WHAT THE TASK ASKS: Scan the records below. Copy every line in which the word "times" appears.

*** DATASET RECORDS ***

/**
 * Two-level limits: the model's 99 % limits are drawn (warning / control limits), alarms are raised
 * at settings.alarms.confidence (action limits, here 99.9 %). Values checked against scipy at test
 * time: the T² limit for a new observation A(n−1)(n+1)/(n(n−A))·F(1−α; A, n−A) (Tracy, Young &
 * Mason 1992), the Q limit of Jackson & Mudholkar (1979) from the model's residual θ, and the
 * envelope band t(1 − α/(2A); I − 1)·√(1 + 1/I).
 */
import { beforeAll, describe, expect, it } from 'vitest';
import { simulateReferenceSet, type SimulatedBatch } from '../../simulators/batch.ts';
import { buildMonitoringModel, parseMonitoringModel, serializeMonitoringModel, type MonitoringModel } from '../../core/model/monitoring-model.ts';
import { createBatchMonitor } from '../../core/monitor/batch-monitor.ts';
import { scipyNamed } from '../limits/scipy.ts';
import { DRYER_TEST_SETTINGS } from './settings-fixture.ts';

const settings = {
  ...DRYER_TEST_SETTINGS,
  name: 'two-level limits',
  progress: { kind: 'time' },
  envelope: { k: 3, smoothing: 2, points: 40, band: 'prediction' },
  alarms: { ...DRYER_TEST_SETTINGS.alarms, limits: 'global', startupMin: 0, confidence: 0.999 },
  property: undefined,
  endpoint: { criteria: [{ kind: 'mbsd', block: 5, threshold: 'auto' }], combine: 'all', confirm: 3, nearingMin: 10 },
};

let ref: SimulatedBatch[];
let model: MonitoringModel;
const inputs = () => ref.map((b) => ({ id: b.id, axis: b.axis, times: b.times, spectra: b.spectra }));

beforeAll(() => {
  ref = simulateReferenceSet('dryer', 6, 23, { intervalS: 60 });
  // the MBSD threshold 'auto' is calibrated at known endpoints: marked here at the simulated truth
  Object.assign(settings, { referenceEndpoints: ref.map((b) => ({ batch: b.id, index: b.truth.endpointIndex! })) });
  model = buildMonitoringModel(inputs(), settings);
}, 120_000);

describe('alarm (action) limits above the drawn limits', () => {
  it('are the published limits at the alarm confidence (scipy at test time)', () => {
    const al = model.alarmLimits!;
    expect(al.confidence).toBe(0.999);
    const A = model.pca.nComponents;
    const n = model.pca.nSamples;
    const I = ref.length;
    const [th1, th2, th3] = model.pca.residualTheta;
    const ref99 = scipyNamed({
      t2: `A, n = ${A}, ${n}\nprint(json.dumps([A*(n-1)*(n+1)/(n*(n-A))*stats.f.ppf(p, A, n-A) for p in (0.99, 0.999)]))`,
      q: `t1, t2, t3 = ${th1}, ${th2}, ${th3}\nh0 = 1 - 2*t1*t3/(3*t2**2)\nprint(json.dumps([t1*(stats.norm.ppf(p)*np.sqrt(2*t2*h0**2)/t1 + 1 + t2*h0*(h0-1)/t1**2)**(1/h0) for p in (0.99, 0.999)]))`,
      k: `A, I = ${A}, ${I}\nprint(json.dumps([float(stats.t.ppf(1 - a/(2*A), I-1)*np.sqrt(1 + 1/I)) for a in (0.01, 0.001)]))`,
    });
    expect(model.limits.t2.value).toBeCloseTo(ref99.t2![0]!, 6);
    expect(al.t2.value).toBeCloseTo(ref99.t2![1]!, 6);
    expect(Math.abs(model.limits.q.value / ref99.q![0]! - 1)).toBeLessThan(1e-9);
    expect(Math.abs(al.q.value / ref99.q![1]! - 1)).toBeLessThan(1e-9);
    expect(model.envelope.k).toBeCloseTo(ref99.k![0]!, 8);
    expect(al.envelopeK).toBeCloseTo(ref99.k![1]!, 8);
    // the combined index (Yue & Qin 2001) is normalised by the T² and Q limits of its own level, so
    // its alarm limit is not simply larger; it is the one computed from the alarm-level limits
    expect(al.combined.confidence).toBe(0.999);
  });

  it('per-point alarm limits lie at or above the drawn per-point limits everywhere', () => {
    const e = model.envelope;
    expect(e.t2AlarmLimit!.length).toBe(e.grid.length);
    for (let k = 0; k < e.grid.length; k++) {
      expect(e.t2AlarmLimit![k]!).toBeGreaterThanOrEqual(e.t2Limit[k]!);
      expect(e.qAlarmLimit![k]!).toBeGreaterThanOrEqual(e.qLimit[k]!);
    }
  });

  it('a T² between the drawn and the alarm limit raises no alarm; above the alarm limit it does', () => {
    // A spectrum on PC1 only: after the chain (centring) x = pca.mean + t·p1, so T² = t²/λ1 and Q = 0.
    const p = model.chain.outputAxis.length;
    const zero = new Float64Array(model.chain.inputAxis.length);
    const centred = new Float64Array(p);
    model.chain.apply(zero, centred); // = −(column means of the chain)
    const spectrumWithT2 = (t2: number): Float64Array => {
      const t = Math.sqrt(t2 * model.pca.eigenvalues[0]!);
      return Float64Array.from({ length: p }, (_, j) => -centred[j]! + model.pca.mean[j]! + t * model.pca.loadings.data[j * model.pca.nComponents]!);
    };
    const drawn = model.limits.t2.value;
    const alarm = model.alarmLimits!.t2.value;
    const mon = createBatchMonitor(model, 0);
    let seq = 0;
    const between = spectrumWithT2((drawn + alarm) / 2);
    for (let i = 0; i < 8; i++) {
      const r = mon.push(seq, seq * 60_000, between);
      seq++;
      expect(r.t2).toBeCloseTo((drawn + alarm) / 2, 6);
      expect(r.t2).toBeGreaterThan(r.limits.t2); // outside the drawn 99 % limit …
      expect(r.alarmLimits!.t2).toBeCloseTo(alarm, 9);
      expect(r.activeConditions).not.toContain('t2'); // … but no alarm
    }
    const above = spectrumWithT2(1.2 * alarm);
    const results = [0, 1, 2].map(() => mon.push(seq, seq++ * 60_000, above));
    // on-delay 3 of 5: active at the third point above the alarm limit, not before
    expect(results.map((r) => r.activeConditions.includes('t2'))).toEqual([false, false, true]);
    const change = results[2]!.conditionChanges.find((c) => c.key === 't2')!;
    expect(change.limit).toBeCloseTo(alarm, 9);
    expect(change.message).toContain('99.9 %');
  });

  it('survive the model file round trip with the same hash', () => {
    const again = parseMonitoringModel(serializeMonitoringModel(model));
    expect(again.sha256).toBe(model.sha256);
    expect(again.alarmLimits).toEqual(model.alarmLimits);
    expect(again.envelope.t2AlarmLimit).toEqual(model.envelope.t2AlarmLimit);
  });

  it('without alarms.confidence the alarms use the drawn limits (no alarmLimits in the file)', () => {
    const m = buildMonitoringModel(inputs(), { ...settings, alarms: { ...settings.alarms, confidence: undefined } });
    expect(m.alarmLimits).toBeUndefined();
    expect(m.envelope.t2AlarmLimit).toBeUndefined();
    const r = createBatchMonitor(m, ref[0]!.times[0]!).push(0, ref[0]!.times[0]!, ref[0]!.spectra[0]!);
    expect(r.alarmLimits).toEqual({ t2: m.limits.t2.value, q: m.limits.q.value, envelopeK: m.envelope.k, confidence: 0.99 });
  });

  it('refuses an alarm confidence below the drawn confidence, naming the field', () => {
    expect(() => buildMonitoringModel(inputs(), { ...settings, alarms: { ...settings.alarms, confidence: 0.95 } })).toThrow(/alarms\.confidence/);
    expect(() => buildMonitoringModel(inputs(), { ...settings, alarms: { ...settings.alarms, confidence: 1 } })).toThrow(/alarms\.confidence/);
  });
});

*** End of DATASET RECORDS ***

TASK RESULT:
const inputs = () => ref.map((b) => ({ id: b.id, axis: b.axis, times: b.times, spectra: b.spectra }));
    const r = createBatchMonitor(m, ref[0]!.times[0]!).push(0, ref[0]!.times[0]!, ref[0]!.spectra[0]!);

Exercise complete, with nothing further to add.